Your instructions: Consider each line of the material below and note whether it holds "positive". State how many do, and nothing else.

Listed entries:
________________

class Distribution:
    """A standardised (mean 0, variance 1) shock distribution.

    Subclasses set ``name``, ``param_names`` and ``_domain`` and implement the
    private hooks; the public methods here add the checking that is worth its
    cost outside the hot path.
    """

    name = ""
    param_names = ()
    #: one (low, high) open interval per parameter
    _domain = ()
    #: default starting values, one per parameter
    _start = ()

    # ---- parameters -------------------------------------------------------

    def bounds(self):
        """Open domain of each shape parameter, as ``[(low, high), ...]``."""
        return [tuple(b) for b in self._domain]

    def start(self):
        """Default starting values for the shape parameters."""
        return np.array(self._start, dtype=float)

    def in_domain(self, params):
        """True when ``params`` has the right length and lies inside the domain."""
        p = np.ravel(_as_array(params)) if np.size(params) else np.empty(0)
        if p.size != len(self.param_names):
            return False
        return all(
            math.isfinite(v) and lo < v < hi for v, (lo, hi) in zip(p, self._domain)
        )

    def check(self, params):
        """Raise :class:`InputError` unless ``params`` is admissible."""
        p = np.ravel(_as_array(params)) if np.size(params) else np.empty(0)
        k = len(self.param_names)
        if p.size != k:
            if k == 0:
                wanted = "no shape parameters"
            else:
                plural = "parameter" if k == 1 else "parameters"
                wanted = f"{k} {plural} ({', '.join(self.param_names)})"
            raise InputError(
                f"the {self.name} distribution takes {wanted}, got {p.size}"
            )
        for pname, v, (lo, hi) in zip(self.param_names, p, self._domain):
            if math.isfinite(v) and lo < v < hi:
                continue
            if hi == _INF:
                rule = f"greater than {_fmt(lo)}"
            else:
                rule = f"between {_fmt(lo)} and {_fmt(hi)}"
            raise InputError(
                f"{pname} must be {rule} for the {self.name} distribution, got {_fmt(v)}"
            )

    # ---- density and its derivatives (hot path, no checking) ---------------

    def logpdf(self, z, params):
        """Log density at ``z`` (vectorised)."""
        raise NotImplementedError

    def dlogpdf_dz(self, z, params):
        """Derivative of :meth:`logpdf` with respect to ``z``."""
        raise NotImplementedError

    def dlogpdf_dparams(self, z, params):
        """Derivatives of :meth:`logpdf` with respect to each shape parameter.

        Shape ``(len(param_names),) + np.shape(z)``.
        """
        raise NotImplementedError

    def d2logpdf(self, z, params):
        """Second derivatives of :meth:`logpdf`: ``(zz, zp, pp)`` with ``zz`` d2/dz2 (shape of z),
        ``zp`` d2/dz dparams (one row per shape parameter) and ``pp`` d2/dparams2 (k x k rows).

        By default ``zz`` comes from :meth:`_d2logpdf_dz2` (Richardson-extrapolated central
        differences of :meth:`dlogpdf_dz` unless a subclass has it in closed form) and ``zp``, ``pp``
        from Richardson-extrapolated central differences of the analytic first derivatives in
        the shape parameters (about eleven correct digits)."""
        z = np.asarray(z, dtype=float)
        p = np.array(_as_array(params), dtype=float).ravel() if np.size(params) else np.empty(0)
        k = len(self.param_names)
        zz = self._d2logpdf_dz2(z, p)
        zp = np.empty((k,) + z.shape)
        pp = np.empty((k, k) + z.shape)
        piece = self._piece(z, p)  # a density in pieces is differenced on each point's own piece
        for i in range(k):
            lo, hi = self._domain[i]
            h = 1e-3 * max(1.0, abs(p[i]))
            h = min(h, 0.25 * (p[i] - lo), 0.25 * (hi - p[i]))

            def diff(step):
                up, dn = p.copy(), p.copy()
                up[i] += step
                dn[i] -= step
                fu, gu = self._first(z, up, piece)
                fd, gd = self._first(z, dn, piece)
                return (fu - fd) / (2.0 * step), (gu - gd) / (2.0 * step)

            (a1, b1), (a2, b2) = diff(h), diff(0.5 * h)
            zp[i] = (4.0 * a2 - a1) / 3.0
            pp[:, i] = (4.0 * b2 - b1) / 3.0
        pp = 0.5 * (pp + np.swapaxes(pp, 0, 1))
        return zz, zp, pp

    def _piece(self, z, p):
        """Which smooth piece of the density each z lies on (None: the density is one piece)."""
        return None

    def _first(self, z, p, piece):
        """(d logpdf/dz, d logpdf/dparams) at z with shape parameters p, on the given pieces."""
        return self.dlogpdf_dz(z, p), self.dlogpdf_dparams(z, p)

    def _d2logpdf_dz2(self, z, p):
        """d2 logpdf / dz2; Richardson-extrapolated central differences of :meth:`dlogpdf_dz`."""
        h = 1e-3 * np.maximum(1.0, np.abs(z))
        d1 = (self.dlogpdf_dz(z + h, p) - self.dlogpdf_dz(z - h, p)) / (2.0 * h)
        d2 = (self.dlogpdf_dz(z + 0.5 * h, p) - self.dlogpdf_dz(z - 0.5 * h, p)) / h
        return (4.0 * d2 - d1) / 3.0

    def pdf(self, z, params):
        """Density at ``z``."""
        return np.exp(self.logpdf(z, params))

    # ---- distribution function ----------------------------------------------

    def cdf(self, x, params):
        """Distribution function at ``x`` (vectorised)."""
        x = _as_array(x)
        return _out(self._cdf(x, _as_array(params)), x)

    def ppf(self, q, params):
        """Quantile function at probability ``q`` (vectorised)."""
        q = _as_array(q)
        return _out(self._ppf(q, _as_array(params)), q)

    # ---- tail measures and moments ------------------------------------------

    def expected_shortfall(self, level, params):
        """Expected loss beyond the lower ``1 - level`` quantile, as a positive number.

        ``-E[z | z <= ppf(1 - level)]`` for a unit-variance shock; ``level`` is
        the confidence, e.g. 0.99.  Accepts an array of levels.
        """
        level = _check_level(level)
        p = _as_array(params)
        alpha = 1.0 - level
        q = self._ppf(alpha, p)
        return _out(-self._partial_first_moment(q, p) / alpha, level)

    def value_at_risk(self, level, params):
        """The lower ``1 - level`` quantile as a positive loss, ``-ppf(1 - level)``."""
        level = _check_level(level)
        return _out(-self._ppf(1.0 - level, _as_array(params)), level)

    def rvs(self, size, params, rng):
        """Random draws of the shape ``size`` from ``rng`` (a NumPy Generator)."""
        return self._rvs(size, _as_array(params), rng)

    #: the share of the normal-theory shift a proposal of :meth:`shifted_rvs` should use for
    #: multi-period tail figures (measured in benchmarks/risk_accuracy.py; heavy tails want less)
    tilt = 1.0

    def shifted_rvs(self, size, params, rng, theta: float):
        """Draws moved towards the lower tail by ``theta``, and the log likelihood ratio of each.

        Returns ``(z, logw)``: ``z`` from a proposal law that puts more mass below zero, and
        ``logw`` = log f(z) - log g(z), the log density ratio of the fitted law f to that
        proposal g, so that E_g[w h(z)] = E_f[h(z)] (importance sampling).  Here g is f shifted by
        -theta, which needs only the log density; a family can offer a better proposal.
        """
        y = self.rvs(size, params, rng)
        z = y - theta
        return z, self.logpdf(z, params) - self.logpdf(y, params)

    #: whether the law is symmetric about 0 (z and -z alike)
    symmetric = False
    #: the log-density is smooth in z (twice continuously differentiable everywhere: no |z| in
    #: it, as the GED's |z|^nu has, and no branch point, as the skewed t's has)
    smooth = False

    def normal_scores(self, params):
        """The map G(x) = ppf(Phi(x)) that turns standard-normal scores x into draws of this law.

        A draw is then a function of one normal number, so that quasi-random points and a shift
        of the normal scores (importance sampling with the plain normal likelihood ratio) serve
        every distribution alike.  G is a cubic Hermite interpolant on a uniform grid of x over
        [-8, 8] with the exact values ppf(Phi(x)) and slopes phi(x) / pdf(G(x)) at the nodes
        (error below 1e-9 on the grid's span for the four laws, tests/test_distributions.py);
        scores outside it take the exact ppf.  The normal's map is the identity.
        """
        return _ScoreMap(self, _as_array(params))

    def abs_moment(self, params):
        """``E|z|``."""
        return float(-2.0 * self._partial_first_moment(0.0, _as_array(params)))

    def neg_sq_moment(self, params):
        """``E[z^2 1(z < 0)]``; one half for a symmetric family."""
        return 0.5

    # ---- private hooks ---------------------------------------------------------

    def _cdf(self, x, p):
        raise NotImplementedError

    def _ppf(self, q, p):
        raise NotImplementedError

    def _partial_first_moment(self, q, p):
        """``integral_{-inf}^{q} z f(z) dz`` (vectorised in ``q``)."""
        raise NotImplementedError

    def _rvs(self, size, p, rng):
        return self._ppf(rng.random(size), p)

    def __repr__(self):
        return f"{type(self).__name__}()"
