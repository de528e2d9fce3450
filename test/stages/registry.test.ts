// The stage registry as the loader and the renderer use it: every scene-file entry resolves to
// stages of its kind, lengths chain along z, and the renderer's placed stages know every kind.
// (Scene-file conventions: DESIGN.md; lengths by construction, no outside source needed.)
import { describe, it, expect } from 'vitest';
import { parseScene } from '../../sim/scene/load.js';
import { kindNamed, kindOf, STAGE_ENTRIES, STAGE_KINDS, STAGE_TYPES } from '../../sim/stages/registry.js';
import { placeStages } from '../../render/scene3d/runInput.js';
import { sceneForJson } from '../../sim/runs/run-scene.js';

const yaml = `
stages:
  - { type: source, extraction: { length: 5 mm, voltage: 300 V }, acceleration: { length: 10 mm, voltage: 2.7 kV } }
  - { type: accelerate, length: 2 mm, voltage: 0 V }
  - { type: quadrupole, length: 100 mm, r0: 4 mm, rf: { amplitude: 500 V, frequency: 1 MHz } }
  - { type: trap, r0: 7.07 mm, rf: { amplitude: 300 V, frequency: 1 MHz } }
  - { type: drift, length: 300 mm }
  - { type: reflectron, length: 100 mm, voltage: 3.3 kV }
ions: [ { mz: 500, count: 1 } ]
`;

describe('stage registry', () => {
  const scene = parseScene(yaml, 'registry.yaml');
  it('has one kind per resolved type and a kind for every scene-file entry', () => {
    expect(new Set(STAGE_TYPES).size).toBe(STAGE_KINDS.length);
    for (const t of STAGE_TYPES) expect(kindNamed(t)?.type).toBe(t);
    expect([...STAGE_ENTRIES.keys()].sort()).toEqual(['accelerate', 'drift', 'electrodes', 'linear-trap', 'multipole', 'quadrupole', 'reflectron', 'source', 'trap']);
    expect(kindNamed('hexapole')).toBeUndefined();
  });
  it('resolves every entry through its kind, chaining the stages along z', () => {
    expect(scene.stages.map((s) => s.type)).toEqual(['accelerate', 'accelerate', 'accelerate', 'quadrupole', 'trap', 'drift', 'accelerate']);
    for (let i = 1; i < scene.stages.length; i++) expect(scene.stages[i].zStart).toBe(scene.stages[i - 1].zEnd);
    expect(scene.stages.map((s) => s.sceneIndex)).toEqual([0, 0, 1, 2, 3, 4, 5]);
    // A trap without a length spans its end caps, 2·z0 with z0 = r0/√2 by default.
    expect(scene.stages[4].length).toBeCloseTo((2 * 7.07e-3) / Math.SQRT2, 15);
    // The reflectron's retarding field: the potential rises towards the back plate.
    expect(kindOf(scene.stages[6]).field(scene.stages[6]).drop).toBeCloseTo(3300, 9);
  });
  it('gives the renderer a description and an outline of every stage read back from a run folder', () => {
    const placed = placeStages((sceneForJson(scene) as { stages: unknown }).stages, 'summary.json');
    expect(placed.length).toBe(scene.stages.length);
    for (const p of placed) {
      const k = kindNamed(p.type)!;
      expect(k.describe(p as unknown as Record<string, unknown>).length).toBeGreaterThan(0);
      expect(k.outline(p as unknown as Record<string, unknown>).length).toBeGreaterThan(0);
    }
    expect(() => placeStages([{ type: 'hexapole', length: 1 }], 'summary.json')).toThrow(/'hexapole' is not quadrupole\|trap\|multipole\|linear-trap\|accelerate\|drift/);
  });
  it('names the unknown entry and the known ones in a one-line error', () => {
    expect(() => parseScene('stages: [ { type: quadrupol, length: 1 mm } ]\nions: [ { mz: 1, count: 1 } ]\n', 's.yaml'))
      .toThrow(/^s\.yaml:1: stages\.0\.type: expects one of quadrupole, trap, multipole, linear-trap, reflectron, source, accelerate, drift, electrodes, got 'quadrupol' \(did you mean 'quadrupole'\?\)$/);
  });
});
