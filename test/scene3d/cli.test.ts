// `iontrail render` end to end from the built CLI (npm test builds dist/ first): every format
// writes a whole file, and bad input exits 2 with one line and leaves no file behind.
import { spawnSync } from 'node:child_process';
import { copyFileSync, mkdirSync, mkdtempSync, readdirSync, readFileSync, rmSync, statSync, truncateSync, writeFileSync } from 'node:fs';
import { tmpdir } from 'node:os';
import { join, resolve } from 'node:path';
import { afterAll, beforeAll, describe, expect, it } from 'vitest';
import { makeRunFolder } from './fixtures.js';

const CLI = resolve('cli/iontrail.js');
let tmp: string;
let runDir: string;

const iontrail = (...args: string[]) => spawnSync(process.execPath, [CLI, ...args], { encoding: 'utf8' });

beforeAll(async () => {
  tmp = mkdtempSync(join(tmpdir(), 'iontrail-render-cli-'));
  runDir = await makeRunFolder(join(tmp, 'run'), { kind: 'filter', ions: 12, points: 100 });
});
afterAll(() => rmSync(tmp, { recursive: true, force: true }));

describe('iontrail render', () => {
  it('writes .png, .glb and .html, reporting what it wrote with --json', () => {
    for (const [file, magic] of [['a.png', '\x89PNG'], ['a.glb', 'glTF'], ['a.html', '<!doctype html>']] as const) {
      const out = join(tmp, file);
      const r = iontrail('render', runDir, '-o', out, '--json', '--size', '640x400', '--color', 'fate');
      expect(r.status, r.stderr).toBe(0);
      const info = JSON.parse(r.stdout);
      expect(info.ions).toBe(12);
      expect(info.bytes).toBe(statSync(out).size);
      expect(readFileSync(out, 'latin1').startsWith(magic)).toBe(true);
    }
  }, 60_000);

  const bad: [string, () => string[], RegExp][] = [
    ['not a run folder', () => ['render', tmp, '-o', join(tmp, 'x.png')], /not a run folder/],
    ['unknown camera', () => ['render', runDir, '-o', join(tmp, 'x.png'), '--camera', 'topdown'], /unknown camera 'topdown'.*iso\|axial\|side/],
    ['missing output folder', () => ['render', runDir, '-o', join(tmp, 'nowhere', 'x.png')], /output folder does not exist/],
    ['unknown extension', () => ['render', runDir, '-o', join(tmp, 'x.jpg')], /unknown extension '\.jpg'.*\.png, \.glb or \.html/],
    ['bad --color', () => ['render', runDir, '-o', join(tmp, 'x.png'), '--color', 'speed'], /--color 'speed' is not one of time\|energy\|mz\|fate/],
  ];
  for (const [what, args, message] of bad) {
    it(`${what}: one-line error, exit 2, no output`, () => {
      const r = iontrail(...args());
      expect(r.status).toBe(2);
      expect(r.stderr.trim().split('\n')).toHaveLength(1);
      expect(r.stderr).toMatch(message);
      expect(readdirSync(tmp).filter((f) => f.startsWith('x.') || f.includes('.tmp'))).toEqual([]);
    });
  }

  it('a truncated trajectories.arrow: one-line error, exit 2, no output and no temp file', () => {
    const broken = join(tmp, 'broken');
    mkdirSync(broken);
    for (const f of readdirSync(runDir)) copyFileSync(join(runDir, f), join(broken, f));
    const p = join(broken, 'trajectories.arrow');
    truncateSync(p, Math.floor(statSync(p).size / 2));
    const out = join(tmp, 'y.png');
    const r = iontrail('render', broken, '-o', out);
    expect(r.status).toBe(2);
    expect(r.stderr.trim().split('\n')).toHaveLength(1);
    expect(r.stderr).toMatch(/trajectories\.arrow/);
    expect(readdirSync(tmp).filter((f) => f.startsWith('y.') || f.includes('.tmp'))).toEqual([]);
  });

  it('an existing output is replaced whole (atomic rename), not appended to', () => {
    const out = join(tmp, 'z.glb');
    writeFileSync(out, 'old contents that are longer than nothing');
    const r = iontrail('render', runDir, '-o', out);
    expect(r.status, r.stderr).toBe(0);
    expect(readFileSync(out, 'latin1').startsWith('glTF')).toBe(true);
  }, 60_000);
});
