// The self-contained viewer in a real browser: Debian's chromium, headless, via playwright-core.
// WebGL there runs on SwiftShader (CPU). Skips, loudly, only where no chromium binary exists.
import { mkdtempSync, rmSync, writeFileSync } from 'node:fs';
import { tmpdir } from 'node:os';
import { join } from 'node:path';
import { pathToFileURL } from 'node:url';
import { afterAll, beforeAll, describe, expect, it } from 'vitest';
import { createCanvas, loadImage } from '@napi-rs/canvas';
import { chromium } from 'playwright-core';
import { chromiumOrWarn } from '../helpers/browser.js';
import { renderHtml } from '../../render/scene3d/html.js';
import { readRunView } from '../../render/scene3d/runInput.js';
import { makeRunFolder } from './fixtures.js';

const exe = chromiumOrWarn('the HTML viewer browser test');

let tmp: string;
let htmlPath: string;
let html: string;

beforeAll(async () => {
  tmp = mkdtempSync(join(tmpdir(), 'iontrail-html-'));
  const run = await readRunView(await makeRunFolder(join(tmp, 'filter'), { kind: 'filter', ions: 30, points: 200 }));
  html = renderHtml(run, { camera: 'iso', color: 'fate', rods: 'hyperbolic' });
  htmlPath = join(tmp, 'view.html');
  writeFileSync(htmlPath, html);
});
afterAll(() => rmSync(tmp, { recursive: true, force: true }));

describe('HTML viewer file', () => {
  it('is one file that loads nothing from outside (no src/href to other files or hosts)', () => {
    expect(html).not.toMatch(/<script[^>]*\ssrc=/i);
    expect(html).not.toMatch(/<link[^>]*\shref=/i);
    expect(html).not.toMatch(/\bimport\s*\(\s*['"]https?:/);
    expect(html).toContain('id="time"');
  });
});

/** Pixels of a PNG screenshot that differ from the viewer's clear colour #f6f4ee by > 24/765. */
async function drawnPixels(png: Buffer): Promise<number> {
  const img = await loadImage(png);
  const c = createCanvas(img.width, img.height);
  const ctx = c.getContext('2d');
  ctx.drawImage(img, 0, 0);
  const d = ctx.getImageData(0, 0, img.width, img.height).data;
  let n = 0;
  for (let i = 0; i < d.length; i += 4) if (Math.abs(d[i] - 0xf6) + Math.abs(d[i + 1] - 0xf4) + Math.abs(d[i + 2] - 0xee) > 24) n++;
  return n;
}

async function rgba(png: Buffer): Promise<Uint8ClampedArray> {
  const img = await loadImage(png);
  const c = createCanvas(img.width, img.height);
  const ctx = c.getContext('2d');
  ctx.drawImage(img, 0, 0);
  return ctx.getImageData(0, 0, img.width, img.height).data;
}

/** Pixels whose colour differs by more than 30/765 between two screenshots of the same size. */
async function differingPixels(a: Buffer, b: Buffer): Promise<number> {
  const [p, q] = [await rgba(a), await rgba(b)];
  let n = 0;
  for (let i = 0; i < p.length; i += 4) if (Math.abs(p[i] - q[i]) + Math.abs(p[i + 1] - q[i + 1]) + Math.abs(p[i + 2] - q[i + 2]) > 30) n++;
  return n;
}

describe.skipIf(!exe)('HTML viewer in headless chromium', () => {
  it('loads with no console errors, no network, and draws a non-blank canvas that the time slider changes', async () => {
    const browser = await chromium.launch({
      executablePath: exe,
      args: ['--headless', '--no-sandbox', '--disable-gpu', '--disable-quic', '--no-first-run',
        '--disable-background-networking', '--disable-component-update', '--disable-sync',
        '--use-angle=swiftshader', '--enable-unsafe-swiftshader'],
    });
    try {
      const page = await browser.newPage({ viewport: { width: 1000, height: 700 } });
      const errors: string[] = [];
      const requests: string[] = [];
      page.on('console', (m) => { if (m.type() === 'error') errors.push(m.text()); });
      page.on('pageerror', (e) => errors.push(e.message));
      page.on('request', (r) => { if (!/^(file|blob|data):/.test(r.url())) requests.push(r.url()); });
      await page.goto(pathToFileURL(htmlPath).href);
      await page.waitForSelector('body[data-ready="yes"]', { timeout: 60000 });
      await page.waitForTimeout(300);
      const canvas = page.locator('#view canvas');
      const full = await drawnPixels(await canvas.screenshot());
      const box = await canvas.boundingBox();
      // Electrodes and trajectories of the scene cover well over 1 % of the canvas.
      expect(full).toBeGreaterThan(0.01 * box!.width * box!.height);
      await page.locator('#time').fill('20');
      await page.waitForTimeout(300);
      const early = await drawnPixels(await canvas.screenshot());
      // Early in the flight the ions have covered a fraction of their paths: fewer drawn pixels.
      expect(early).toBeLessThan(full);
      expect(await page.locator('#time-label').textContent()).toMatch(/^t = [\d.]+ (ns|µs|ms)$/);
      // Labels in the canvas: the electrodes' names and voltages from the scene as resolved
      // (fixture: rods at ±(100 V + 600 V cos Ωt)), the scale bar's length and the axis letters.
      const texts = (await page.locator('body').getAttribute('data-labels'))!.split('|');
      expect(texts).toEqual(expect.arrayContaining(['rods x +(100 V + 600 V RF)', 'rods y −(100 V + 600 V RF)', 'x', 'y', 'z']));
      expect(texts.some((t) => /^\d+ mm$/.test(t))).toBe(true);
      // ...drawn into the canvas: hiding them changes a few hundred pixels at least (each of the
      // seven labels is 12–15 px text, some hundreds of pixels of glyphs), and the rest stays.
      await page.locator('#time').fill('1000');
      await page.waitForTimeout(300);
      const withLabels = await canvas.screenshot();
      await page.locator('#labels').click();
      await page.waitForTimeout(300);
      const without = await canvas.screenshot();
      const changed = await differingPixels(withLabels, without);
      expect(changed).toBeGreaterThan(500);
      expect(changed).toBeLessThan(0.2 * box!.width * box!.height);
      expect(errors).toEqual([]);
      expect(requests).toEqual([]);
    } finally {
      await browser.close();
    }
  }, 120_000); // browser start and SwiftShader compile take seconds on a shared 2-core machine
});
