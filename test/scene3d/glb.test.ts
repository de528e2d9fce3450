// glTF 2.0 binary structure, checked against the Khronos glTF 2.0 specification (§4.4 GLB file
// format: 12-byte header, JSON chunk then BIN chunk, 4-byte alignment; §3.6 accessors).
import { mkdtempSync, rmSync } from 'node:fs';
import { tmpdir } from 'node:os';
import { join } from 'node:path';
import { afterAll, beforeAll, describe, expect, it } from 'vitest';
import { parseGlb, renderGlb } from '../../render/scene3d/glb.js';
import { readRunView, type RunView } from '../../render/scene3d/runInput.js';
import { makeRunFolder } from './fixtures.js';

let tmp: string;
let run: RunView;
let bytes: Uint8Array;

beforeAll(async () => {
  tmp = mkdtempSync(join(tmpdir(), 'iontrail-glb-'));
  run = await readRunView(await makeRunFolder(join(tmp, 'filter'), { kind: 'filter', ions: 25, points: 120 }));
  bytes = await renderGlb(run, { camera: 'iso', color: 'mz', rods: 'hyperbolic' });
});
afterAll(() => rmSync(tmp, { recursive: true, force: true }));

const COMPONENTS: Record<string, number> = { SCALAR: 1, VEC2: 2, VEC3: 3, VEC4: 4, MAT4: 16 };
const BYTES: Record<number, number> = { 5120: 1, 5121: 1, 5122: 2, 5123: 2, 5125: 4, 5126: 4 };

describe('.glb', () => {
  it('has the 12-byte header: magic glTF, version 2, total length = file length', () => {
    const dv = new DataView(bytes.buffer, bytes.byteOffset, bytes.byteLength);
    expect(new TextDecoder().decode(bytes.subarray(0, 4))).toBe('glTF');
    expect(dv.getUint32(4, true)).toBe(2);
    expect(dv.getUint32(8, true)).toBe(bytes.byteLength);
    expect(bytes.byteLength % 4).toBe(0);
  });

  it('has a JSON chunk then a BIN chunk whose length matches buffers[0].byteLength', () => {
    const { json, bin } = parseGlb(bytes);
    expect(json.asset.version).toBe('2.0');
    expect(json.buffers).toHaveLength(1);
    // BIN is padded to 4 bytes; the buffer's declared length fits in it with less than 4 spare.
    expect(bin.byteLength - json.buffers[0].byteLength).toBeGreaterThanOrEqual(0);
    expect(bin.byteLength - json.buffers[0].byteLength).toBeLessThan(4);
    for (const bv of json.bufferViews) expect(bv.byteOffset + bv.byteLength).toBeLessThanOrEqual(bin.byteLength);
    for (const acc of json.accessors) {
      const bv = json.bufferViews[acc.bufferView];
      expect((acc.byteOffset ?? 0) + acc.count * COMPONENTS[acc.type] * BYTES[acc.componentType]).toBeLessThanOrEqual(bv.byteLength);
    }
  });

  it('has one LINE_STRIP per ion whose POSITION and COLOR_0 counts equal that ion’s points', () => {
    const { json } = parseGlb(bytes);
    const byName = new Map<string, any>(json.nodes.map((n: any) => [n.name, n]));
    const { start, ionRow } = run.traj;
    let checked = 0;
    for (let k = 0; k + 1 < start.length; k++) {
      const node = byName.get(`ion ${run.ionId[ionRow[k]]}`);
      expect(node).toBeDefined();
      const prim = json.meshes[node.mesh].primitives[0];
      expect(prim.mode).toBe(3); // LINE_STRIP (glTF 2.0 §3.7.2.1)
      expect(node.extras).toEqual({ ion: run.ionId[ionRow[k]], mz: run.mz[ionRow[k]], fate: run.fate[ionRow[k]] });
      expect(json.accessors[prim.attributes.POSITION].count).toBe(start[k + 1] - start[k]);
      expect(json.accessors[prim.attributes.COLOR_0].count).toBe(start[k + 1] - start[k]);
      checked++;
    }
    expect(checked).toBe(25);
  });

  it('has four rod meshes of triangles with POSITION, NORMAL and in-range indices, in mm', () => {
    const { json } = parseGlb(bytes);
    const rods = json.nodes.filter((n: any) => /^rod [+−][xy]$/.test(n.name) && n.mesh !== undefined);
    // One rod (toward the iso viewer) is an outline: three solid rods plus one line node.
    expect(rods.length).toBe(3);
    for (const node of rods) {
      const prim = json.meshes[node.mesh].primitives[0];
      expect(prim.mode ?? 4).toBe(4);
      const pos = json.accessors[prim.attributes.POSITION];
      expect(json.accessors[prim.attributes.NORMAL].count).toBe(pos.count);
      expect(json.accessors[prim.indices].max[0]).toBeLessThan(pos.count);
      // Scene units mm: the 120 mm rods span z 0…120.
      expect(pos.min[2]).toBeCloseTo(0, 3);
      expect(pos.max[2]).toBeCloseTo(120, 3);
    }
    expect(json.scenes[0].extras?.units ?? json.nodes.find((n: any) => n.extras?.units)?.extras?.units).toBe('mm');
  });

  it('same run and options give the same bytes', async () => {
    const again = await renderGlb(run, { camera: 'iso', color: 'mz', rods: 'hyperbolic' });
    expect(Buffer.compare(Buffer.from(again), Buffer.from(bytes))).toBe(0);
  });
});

________________

Result: 2